In the 1850 Federal census Missouri had a population of 682,044 people. Of those a little over 5,000 had been born in Maryland and moved to Missouri. There were also over 500 who had been born in Delaware and over 5.000 who had been born in Virginia.
One area of North Central Missouri was called “Little Dixie” due to the number of people from Virginia and other southern states that moved to it. The number of countries that make up “Little Dixie” varies with the source being referenced but from 13 to 17 countries spread across the north central part of Missouri. Little Dixie starts in the East at the Mississippi and the Salt River below Hannibal, Missouri and travels west from there.
Missouri came about by way of the Louisiana Purchase in 1803. Missouri was a slave state since its statehood in 1821. When the Southerners migrated to Missouri’s Little Dixie by way of the Mississippi river, they brought their cultural, social, agricultural, architectural, political and economic practices, including slavery. They grew hemp and tobacco and had large farms with 20 or more slaves. The area today is still well known for the antebellum houses and their political views.

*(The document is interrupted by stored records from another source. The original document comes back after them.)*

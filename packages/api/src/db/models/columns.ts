import type { ProgressAction } from '@driprail/shared/domain/board/progress';

/** Half-open span of instants as Sequelize takes it; it hands back bounds with their inclusion. */
export type PlannedRange = [Date | { value: Date; inclusive: boolean }, Date | { value: Date; inclusive: boolean }];

export function rangeOf(from: string, to: string): PlannedRange {
  return [new Date(from), new Date(to)];
}

/** The two instants of a stored range, ISO. */
export function spanOf(range: PlannedRange): { from: string; to: string } {
  const [from, to] = range.map((bound) => (bound instanceof Date ? bound : bound.value).toISOString());
  return { from: from ?? '', to: to ?? '' };
}

export interface AcceptedWarning {
  key: string;
  code: string;
  reason: string;
  by: string;
  at: string;
}

export type VisitEventKind = ProgressAction | 'undo' | 'trouble' | 'plan';
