import type { Transaction } from 'sequelize';
import { formatDate } from '@driprail/shared/domain/time/format';
import { workweekOf } from '@driprail/shared/domain/time/workweek';
import { PayWeek } from '../../db/models/index.ts';
import { unprocessable } from '../../http/errors.ts';
import { workweekRuleOn } from './weeks.service.ts';

/** Before a locked week's end only corrections change what was paid. @throws 422 at the field that gave the day */
export async function refuseLockedDay(startsOn: string, tx: Transaction, field = 'startsOn'): Promise<void> {
  const last = await PayWeek.findOne({ where: { state: 'locked' }, order: [['startsOn', 'DESC']], transaction: tx });
  if (!last || startsOn > last.endsOn) return;
  const message = `Weeks are locked to ${formatDate(last.endsOn)}. Start later, or add a correction to an open week.`;
  throw unprocessable('locked_week', message, { fields: { [field]: message } });
}

/** Plans and places hold for whole workweeks. @throws 422 at the field `startsOn` */
export async function refuseInsideWeek(startsOn: string, tx: Transaction): Promise<void> {
  const week = workweekOf(startsOn, await workweekRuleOn(startsOn, tx));
  if (week.startsOn === startsOn) return;
  const message = `Start with a workweek: ${formatDate(week.startsOn)} is the first day of the one that holds this day.`;
  throw unprocessable('inside_week', message, { fields: { startsOn: message } });
}
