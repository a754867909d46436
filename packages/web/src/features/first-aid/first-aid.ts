export interface Steps {
  key: string;
  title: string;
  steps: string[];
}

/** Common first aid, from memory; the emergency service on the phone and the product's data sheet come before it. */
export const firstAid: Steps[] = [
  {
    key: 'eyes',
    title: 'In the eyes',
    steps: [
      'Rinse with clean running water at once, lids held open, for at least 15 minutes.',
      'Take contact lenses out while rinsing, if they come easily.',
      'Call while rinsing. Take the bottle or its data sheet along.',
    ],
  },
  {
    key: 'skin',
    title: 'On the skin',
    steps: [
      'Take off soaked clothes and rinse with plenty of water for 15 minutes.',
      'Wheel cleaner or anything acid: call, also when it hurts little. Burns of some acids show late.',
    ],
  },
  {
    key: 'breath',
    title: 'Breathed in',
    steps: [
      'Bring the person into fresh air; sit them up, loosen what is tight.',
      'Trouble breathing, dizzy, or bleach met acid: call at once and keep everybody out.',
    ],
  },
  {
    key: 'swallowed',
    title: 'Swallowed',
    steps: [
      'Do not make the person vomit. Rinse the mouth.',
      'Call poison help or the emergency number with the bottle in hand, and do what they say.',
    ],
  },
  {
    key: 'heat',
    title: 'Too hot',
    steps: [
      'Confused, fainted, or hot and no longer sweating: call at once. This is an emergency.',
      'Until help is there: shade, wet clothes, fan, ice at neck and armpits.',
      'Tired, cramps, headache: stop work, shade, water in sips. Not better in 15 minutes: call.',
    ],
  },
  {
    key: 'burn',
    title: 'Burned or scalded',
    steps: [
      'Cool running water for 20 minutes. No ice, no grease.',
      'Larger than a hand, on face or hands, or blistered deep: call.',
    ],
  },
  {
    key: 'bleeding',
    title: 'Bleeding',
    steps: ['Press on it hard with a clean cloth and do not let go.', 'It soaks through or spurts: call.'],
  },
  {
    key: 'shock',
    title: 'Electric shock',
    steps: [
      'Do not touch the person before the power is off: pull the plug, stop the generator.',
      'Call. Not breathing: start chest compressions, and send for a defibrillator.',
    ],
  },
  {
    key: 'crash',
    title: 'Crash on the road',
    steps: [
      'Hazard lights, everybody off the road, call.',
      'Say whether chemicals leak. Keep sparks and smoke away. Do not move the hurt unless there is fire.',
    ],
  },
];

export const spill: Steps = {
  key: 'spill',
  title: 'Something spilled',
  steps: [
    'People away, gloves and eye cover on, no sparks near anything that burns.',
    'Stop it at the source: cap on, bottle upright, valve shut.',
    'Block the storm drain and the gutter first, then soak it up with towels or absorbent.',
    'Never let acid and bleach meet, in the bucket or on the ground.',
    'Bag it and take it along. What it is and where it goes stands on the data sheet; local rules decide.',
    'It reached a drain, a creek or a neighbor: tell the board at once, the company has to report it.',
  ],
};
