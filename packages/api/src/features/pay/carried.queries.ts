import type { Transaction } from 'sequelize';
import { computePayWeek, monthOfWeek } from '@driprail/shared/domain/pay/compute-pay-week';
import type { CarriedPay, PayWeekInput, PersonWeek } from '@driprail/shared/domain/pay/pay-week.types';
import type { DatedPlan } from '@driprail/shared/domain/pay/plans/pay-plan';
import { addDays } from '@driprail/shared/domain/time/zone';
import type { PayWeek } from '../../db/models/index.ts';
import { frozenInput, readFrozen } from './frozen.queries.ts';
import { weekAt } from './weeks.service.ts';

/**
 * What earlier workweeks of the same month leave to this one, for people whose plan settles by the month. Locked weeks
 * count as they were locked, open ones as their records stand.
 */
export async function carriedInto(
  week: PayWeek,
  plans: readonly DatedPlan[],
  inputOf: (prior: PayWeek) => Promise<PayWeekInput>,
  tx?: Transaction,
): Promise<CarriedPay[]> {
  const monthly = new Set(plans.filter(settlesByMonth).map((plan) => plan.personId));
  const before = addDays(week.startsOn, -7);
  if (monthly.size === 0 || monthOfWeek(before) !== monthOfWeek(week.startsOn)) return [];
  const prior = await weekAt(before, tx);
  if (prior.startsOn !== before) return [];
  const frozen = frozenInput(prior);
  const input = frozen ?? (await inputOf(prior));
  const people = frozen ? (await readFrozen(prior.id, null, tx)).people : computePayWeek(input).people;
  return [...monthly].flatMap((personId) =>
    carryOn(
      personId,
      prior.startsOn,
      input.carried.find((carried) => carried.personId === personId),
      people.find((person) => person.personId === personId),
    ),
  );
}

function settlesByMonth({ plan: { base } }: DatedPlan): boolean {
  return base.kind === 'draw' || (base.kind === 'tiered_percent' && base.period === 'month');
}

/** What a person's workweek leaves to the next one of the month, on top of what came into it. */
export function carryOn(
  personId: string,
  startsOn: string,
  earlier: CarriedPay | undefined,
  person: PersonWeek | undefined,
): CarriedPay[] {
  if (!person?.carries) return earlier ? [earlier] : [];
  const { drawDeficitCents, ...parts } = person.carries;
  const weeks = [...(earlier?.weeks ?? []), { startsOn, hours: person.hoursWorked, ...parts }];
  return [{ personId, drawDeficitCents, weeks }];
}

One town, a large number of travelers passed through, was Hannibal, Missouri. The bulk of Hannibal is in Marion County and a small portion is in Ralls County. It is about 100 miles north of St. Louis. In 1830 the population was 30 and in 1850 the population was over 2,000. In 1850 Hannibal was a bustling river town. In 1859 the Hannibal St Joseph Railroad was completed. Many people migrating west would travel to Hannibal, then by train to St Joseph to be outfitted for the trip further west. Hannibal had 14 tobacco factories, mills, lumberyards, etc. At that time it was the third largest city in Missouri. With strong southern sympathy in Ralls and Marion County when the American Civil War broke out the Union sent large forces to those counties to ensure young men did not leave to join the southern forces and to ensure the Mississippi stayed in Union control. The Missouri government broke into two governments with the part that favored the south becoming a government in exile in Neosho, Missouri (located in the south west part of the state)
A number of families from Delmarva migrated to Little Dixie. One person who went there was George Bacon. George Bacon (1809-1874) was part of the Bacon family that lives just north of Delmar. George was the son of Henry and Mary Parker Bacon. Some members of the Parker family had gone to Missouri and settled on the Salt River around Shelbyville. Henry had served in the Delaware Militia during the War of 1812. George was involved in the Methodist church at an early age and continued that involvement throughout his life. While in his teens he was a clerk in a store in Laurel. He remained in Laurel until 1835 when a sense of adventure struck him and he headed west on horseback to Missouri. He investigated Palmyra, Missouri and found it his liking. He returned to Laurel Delaware and begged money from his father to help buy $2,000 worth of merchandise to be sent to Palmyra. $2,000 in today’s money would be about $62,000. He set up a retail store in Palmyra.
In 1837 he married, in Palmyra, Catherine Lakenan (1817-1904). They had children: Thomas H Bacon (1839-1908), Mary E. Bacon (1841- ), Robert L. Bacon (1844- ), and George Richardson Bacon (1846-1876). Since George was active in the Methodist church he donated land to build Bacon’s chapel on. He was also a trustee of the church when in 1844 the great split came to the Methodist church over slavery. He locked the doors of the church preventing the preacher from using the church until the church was placed on the side of Methodism George favored.
In 1847 he moved to Hannibal, Missouri, home of Mark Twain. There he had a very successful grocery business. He was active in the town.
In 1874 George Bacon died. He was buried in Mt. Olivet cemetery in Hannibal.
The Bacon family of Missouri was well aware of their relatives in Laurel. They visited some and during the American Civil War there was talk that the oldest son, Thomas, while in the Confederate Army had visited Laurel. George’s son, Robert was also in the Confederate Army.